YOUR ASSIGNMENT: An exact reproduction of all the entries is what the answer must contain.

Top of LISTED RECORDS

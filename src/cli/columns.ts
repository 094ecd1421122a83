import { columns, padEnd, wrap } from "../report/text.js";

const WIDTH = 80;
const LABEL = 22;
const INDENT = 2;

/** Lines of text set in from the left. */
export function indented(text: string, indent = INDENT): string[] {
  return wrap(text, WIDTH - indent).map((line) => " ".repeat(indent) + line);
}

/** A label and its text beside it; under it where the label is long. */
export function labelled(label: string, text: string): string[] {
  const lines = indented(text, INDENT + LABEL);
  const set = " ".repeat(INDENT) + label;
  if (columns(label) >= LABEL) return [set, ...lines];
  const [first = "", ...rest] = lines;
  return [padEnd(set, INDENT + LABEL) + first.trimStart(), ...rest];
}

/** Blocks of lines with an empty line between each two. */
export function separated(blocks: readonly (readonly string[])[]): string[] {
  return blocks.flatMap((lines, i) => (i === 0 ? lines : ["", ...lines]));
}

Bottom of LISTED RECORDS

RESPONSE TO THIS TASK:
filename src/cli/columns.ts
repository 094ecd1421122a83
import { columns, padEnd, wrap } from "../report/text.js";

const WIDTH = 80;
const LABEL = 22;
const INDENT = 2;

/** Lines of text set in from the left. */
export function indented(text: string, indent = INDENT): string[] {
  return wrap(text, WIDTH - indent).map((line) => " ".repeat(indent) + line);
}

/** A label and its text beside it; under it where the label is long. */
export function labelled(label: string, text: string): string[] {
  const lines = indented(text, INDENT + LABEL);
  const set = " ".repeat(INDENT) + label;
  if (columns(label) >= LABEL) return [set, ...lines];
  const [first = "", ...rest] = lines;
  return [padEnd(set, INDENT + LABEL) + first.trimStart(), ...rest];
}

/** Blocks of lines with an empty line between each two. */
export function separated(blocks: readonly (readonly string[])[]): string[] {
  return blocks.flatMap((lines, i) => (i === 0 ? lines : ["", ...lines]));
}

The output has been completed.